▶ WHAT NEEDS TO BE DONE
Below is a listing. Gather each line of it that contains "above".

START EXCERPTED DATA

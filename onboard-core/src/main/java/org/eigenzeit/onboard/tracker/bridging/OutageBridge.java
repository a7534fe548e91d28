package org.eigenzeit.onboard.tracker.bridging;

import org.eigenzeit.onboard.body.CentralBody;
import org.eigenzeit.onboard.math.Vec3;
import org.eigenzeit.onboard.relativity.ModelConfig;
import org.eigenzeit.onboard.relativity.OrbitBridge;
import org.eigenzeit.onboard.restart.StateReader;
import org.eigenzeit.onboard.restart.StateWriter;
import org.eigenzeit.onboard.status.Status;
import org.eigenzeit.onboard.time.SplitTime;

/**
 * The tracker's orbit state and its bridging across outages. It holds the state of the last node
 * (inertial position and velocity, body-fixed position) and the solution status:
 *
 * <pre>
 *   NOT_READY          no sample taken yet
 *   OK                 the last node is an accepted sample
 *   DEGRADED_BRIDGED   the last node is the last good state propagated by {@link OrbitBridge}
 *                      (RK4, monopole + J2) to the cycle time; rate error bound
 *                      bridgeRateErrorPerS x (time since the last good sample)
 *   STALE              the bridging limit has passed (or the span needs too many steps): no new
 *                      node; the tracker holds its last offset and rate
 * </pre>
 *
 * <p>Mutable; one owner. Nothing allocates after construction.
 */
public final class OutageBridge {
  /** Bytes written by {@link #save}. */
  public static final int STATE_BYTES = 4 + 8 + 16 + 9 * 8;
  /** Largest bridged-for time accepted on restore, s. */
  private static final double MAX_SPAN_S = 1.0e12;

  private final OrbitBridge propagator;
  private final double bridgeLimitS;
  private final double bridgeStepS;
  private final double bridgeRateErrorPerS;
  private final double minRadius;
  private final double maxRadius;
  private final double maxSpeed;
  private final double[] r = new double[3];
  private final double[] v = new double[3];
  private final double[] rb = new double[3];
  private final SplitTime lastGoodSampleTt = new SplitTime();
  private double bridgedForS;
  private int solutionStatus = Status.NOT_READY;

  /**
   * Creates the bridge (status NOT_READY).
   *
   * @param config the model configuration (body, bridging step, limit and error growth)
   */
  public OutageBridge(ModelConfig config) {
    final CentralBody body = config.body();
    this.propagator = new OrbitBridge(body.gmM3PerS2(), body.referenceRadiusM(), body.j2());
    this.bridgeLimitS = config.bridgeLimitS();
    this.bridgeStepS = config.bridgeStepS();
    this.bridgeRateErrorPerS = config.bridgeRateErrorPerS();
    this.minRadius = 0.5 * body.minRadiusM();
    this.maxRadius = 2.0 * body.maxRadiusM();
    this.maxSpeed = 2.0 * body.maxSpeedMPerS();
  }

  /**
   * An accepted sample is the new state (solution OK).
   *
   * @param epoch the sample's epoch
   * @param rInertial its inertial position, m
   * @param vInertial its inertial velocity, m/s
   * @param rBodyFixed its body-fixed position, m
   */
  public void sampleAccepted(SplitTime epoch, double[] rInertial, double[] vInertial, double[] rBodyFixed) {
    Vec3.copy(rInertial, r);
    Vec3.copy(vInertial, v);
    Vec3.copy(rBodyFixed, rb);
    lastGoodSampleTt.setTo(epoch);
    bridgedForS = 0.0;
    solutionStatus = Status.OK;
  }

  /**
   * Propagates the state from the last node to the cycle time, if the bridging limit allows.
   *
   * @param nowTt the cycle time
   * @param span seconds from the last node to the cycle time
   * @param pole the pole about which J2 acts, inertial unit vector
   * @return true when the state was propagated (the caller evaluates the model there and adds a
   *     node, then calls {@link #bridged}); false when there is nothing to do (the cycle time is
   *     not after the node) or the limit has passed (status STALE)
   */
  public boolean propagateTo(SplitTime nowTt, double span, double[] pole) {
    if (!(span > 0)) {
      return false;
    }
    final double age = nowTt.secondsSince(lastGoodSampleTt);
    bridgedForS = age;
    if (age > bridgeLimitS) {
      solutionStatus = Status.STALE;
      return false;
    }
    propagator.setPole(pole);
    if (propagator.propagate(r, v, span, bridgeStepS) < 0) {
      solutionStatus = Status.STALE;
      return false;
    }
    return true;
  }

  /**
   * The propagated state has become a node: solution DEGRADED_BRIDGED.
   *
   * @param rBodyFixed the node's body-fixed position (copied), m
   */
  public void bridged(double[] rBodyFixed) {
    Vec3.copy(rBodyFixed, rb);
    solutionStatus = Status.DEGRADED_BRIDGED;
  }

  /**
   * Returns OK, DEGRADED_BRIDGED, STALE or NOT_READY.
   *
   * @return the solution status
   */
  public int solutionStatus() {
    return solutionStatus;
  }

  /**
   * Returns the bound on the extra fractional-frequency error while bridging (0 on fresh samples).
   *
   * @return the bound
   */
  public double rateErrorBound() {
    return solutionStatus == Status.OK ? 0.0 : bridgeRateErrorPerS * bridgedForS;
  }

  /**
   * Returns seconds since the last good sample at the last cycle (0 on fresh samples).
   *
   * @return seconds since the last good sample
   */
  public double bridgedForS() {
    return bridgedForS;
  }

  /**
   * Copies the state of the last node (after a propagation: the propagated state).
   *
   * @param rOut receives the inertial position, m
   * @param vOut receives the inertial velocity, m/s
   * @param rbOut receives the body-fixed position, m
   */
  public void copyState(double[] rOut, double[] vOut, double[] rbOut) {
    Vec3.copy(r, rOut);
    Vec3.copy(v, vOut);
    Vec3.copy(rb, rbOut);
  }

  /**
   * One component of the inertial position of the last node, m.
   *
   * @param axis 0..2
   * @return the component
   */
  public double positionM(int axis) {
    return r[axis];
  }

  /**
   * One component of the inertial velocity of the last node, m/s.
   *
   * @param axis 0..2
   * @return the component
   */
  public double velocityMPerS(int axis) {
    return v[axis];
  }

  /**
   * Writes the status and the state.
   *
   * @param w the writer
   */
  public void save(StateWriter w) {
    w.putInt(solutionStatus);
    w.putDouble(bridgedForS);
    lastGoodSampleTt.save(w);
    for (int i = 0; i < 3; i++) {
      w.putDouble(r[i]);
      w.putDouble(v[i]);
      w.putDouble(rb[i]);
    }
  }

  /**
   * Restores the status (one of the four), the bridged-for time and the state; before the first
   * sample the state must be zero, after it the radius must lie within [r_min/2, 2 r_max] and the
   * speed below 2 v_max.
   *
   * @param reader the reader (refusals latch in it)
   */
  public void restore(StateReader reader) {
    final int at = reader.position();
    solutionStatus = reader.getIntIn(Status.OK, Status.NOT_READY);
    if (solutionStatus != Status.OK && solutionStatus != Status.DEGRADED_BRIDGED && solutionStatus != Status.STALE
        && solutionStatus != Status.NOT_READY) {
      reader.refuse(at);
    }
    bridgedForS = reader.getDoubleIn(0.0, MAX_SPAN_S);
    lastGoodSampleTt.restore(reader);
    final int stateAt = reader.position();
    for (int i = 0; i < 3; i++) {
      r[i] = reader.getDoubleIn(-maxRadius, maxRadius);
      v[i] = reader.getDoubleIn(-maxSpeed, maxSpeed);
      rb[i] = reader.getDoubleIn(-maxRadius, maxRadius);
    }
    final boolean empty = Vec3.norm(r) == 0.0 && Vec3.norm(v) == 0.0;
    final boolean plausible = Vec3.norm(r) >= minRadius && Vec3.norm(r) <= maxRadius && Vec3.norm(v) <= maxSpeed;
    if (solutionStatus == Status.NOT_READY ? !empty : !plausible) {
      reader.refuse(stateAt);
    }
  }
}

END EXCERPTED DATA
START EXCERPTED DATA

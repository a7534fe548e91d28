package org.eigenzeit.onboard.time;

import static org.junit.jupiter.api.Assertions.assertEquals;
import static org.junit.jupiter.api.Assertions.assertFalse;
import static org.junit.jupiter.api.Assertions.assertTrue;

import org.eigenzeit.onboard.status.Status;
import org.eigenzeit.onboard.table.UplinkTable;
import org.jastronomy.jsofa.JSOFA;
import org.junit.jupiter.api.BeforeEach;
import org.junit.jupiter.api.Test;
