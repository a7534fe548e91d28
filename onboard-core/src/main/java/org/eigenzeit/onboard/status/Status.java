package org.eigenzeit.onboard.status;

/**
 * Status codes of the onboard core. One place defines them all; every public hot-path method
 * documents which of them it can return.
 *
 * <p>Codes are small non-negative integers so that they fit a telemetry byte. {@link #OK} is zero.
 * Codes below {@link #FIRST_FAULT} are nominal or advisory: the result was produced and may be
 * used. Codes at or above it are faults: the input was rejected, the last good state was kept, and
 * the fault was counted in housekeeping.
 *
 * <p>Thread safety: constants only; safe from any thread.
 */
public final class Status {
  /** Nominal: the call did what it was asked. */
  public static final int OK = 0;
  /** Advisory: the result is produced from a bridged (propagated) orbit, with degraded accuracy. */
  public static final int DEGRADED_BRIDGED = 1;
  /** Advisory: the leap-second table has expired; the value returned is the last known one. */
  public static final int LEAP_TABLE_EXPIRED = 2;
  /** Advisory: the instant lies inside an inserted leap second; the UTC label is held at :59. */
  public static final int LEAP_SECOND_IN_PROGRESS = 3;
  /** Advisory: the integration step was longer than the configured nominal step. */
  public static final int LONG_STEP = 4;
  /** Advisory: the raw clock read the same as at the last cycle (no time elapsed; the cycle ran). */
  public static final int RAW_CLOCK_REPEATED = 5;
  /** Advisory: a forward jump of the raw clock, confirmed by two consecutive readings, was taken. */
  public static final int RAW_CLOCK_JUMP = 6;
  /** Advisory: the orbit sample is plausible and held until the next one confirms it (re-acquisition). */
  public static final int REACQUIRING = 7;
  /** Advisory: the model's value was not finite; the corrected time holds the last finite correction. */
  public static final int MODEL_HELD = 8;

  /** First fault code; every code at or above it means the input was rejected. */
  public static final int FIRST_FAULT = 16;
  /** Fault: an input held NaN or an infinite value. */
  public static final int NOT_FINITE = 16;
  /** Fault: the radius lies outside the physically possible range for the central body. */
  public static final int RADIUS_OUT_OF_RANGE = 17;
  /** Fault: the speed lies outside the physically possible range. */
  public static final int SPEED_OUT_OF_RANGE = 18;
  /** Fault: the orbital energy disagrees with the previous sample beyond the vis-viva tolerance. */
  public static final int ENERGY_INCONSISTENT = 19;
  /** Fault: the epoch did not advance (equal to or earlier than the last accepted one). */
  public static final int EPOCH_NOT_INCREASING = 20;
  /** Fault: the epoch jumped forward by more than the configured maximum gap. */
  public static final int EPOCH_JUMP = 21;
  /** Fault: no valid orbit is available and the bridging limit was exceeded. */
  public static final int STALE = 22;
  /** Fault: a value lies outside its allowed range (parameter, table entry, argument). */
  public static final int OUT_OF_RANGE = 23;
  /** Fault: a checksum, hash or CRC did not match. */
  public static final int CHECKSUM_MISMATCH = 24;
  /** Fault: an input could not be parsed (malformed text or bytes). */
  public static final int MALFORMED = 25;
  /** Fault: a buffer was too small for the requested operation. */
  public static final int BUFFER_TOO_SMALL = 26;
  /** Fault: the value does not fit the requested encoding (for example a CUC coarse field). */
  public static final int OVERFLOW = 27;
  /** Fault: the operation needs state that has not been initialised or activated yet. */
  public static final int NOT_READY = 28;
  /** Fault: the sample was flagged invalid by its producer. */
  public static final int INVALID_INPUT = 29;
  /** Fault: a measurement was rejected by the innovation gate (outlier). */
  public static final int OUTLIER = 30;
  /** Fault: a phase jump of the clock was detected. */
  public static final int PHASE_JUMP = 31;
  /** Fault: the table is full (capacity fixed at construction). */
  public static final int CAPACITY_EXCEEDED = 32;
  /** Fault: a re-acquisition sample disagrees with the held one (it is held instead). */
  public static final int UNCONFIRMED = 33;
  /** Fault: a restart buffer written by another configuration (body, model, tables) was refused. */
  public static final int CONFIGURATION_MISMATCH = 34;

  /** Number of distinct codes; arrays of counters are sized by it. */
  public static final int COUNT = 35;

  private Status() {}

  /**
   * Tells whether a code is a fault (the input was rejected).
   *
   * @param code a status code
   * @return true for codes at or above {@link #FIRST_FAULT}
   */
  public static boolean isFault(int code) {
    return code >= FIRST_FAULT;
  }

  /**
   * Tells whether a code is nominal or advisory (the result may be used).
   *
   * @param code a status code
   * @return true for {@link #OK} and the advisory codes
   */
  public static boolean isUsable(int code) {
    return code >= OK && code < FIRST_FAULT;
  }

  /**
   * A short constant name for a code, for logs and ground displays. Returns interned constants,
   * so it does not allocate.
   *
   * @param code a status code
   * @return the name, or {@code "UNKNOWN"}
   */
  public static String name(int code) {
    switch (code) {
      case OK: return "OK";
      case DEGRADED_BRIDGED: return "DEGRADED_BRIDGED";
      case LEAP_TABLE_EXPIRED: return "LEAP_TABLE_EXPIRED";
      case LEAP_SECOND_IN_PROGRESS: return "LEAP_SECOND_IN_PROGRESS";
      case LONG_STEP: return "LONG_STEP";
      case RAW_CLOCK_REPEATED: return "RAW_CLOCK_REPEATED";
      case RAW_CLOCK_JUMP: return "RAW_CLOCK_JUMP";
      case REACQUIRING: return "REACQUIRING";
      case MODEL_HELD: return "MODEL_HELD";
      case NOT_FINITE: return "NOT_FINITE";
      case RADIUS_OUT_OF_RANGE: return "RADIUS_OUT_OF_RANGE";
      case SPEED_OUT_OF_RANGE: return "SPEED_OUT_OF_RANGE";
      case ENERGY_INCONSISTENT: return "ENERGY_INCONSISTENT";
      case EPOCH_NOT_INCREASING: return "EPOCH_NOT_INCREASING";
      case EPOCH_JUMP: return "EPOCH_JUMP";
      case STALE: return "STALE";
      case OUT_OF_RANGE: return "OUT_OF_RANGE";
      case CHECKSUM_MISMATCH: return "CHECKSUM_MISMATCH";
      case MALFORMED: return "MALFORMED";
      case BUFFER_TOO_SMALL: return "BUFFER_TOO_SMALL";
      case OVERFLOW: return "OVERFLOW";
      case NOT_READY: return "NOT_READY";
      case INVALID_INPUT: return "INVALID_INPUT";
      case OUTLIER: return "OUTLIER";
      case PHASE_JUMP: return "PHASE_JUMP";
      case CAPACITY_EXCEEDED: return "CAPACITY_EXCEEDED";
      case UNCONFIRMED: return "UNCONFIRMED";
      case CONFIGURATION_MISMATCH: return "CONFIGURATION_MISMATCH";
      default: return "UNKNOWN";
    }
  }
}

END EXCERPTED DATA

▶ ANSWER SECTION
 * used. Codes at or above it are faults: the input was rejected, the last good state was kept, and
  /** First fault code; every code at or above it means the input was rejected. */
   * @return true for codes at or above {@link #FIRST_FAULT}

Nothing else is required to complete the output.